── Input records ──

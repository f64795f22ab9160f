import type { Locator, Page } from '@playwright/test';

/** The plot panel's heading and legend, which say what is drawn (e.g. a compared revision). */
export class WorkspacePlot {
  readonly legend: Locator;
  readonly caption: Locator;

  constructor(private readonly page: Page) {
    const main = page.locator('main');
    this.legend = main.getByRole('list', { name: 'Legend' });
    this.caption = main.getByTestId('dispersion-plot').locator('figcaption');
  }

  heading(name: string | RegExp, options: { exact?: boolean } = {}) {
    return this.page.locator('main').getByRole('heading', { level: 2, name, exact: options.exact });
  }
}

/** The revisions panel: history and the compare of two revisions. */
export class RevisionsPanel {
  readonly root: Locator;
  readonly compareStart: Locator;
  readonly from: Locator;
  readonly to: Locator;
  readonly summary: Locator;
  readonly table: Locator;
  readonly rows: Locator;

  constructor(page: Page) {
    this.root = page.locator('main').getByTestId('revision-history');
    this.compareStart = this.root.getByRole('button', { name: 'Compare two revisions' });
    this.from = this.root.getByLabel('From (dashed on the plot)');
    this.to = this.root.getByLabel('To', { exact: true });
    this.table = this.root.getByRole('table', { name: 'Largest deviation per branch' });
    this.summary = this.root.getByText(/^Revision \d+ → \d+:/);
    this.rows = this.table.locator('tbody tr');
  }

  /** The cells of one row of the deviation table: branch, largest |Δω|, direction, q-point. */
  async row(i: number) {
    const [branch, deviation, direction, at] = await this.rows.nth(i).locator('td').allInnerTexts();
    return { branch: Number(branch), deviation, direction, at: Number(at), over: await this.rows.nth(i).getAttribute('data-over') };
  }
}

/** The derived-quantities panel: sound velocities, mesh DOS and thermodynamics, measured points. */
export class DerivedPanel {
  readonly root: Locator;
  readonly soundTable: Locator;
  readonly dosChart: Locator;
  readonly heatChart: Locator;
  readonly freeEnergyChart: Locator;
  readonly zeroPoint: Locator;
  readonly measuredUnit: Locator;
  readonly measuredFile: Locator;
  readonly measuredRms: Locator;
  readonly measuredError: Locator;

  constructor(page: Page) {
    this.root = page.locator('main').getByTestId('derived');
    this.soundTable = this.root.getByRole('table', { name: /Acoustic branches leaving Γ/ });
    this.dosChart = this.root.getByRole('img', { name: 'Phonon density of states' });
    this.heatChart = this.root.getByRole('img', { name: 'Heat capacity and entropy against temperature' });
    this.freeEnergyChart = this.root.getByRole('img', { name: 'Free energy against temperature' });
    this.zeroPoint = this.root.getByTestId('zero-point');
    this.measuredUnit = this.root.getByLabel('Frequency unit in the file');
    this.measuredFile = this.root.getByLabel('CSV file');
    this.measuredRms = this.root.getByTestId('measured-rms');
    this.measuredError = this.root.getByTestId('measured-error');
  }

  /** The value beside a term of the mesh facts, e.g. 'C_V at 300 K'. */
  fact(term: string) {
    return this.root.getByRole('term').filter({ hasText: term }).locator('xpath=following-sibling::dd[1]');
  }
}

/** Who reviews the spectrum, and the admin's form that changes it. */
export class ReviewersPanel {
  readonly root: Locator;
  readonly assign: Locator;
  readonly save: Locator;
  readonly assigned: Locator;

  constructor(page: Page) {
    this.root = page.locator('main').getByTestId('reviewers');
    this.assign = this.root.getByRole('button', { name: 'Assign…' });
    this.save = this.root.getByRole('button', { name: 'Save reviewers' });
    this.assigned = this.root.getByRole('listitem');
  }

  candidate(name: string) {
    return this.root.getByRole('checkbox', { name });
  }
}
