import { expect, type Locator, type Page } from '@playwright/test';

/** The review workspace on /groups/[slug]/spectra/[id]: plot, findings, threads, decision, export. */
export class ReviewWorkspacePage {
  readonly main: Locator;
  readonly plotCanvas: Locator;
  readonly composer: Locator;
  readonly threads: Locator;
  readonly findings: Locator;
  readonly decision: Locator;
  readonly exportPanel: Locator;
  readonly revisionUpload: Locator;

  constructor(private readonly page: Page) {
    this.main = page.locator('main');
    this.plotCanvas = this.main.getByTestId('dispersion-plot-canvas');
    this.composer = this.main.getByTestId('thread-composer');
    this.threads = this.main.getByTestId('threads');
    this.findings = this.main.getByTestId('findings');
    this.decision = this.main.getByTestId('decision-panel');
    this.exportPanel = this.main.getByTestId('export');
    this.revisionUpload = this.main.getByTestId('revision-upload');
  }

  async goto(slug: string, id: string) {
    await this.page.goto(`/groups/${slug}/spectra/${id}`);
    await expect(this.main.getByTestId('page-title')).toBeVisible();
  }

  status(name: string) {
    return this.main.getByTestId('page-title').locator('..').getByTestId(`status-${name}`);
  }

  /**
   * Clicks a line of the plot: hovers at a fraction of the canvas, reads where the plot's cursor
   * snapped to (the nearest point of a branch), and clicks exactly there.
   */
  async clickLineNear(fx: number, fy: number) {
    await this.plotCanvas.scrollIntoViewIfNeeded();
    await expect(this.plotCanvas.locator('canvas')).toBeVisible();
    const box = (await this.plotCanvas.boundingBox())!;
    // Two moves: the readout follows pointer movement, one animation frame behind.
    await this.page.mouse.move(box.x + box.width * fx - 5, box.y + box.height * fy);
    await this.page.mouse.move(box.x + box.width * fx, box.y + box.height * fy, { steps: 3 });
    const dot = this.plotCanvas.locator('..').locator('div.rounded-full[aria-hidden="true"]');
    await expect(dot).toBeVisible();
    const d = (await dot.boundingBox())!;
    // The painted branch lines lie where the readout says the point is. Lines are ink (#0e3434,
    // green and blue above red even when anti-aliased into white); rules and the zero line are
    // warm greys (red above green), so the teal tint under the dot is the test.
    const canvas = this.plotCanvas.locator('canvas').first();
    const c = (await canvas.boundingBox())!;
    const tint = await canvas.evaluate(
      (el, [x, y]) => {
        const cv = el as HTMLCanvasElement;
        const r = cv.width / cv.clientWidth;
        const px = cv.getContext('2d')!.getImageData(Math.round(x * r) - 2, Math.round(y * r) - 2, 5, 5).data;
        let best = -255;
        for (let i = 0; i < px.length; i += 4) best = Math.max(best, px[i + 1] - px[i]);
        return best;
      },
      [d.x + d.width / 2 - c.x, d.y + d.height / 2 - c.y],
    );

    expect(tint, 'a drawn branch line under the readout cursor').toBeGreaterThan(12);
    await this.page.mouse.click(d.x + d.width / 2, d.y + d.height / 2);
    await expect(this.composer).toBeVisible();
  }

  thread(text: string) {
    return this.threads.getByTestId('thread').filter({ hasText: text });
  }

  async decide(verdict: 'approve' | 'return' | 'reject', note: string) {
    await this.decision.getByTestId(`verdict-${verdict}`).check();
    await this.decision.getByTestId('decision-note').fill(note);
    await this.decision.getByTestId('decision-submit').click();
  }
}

───

● **What to produce**: The response must hold only the lines above from the line with "readonly legend: Locator;" through the line with "readonly rows: Locator;", each copied exactly, both ends kept.

● **The completed task**:
  readonly legend: Locator;
  readonly caption: Locator;

  constructor(private readonly page: Page) {
    const main = page.locator('main');
    this.legend = main.getByRole('list', { name: 'Legend' });
    this.caption = main.getByTestId('dispersion-plot').locator('figcaption');
  }

  heading(name: string | RegExp, options: { exact?: boolean } = {}) {
    return this.page.locator('main').getByRole('heading', { level: 2, name, exact: options.exact });
  }
}

/** The revisions panel: history and the compare of two revisions. */
export class RevisionsPanel {
  readonly root: Locator;
  readonly compareStart: Locator;
  readonly from: Locator;
  readonly to: Locator;
  readonly summary: Locator;
  readonly table: Locator;
  readonly rows: Locator;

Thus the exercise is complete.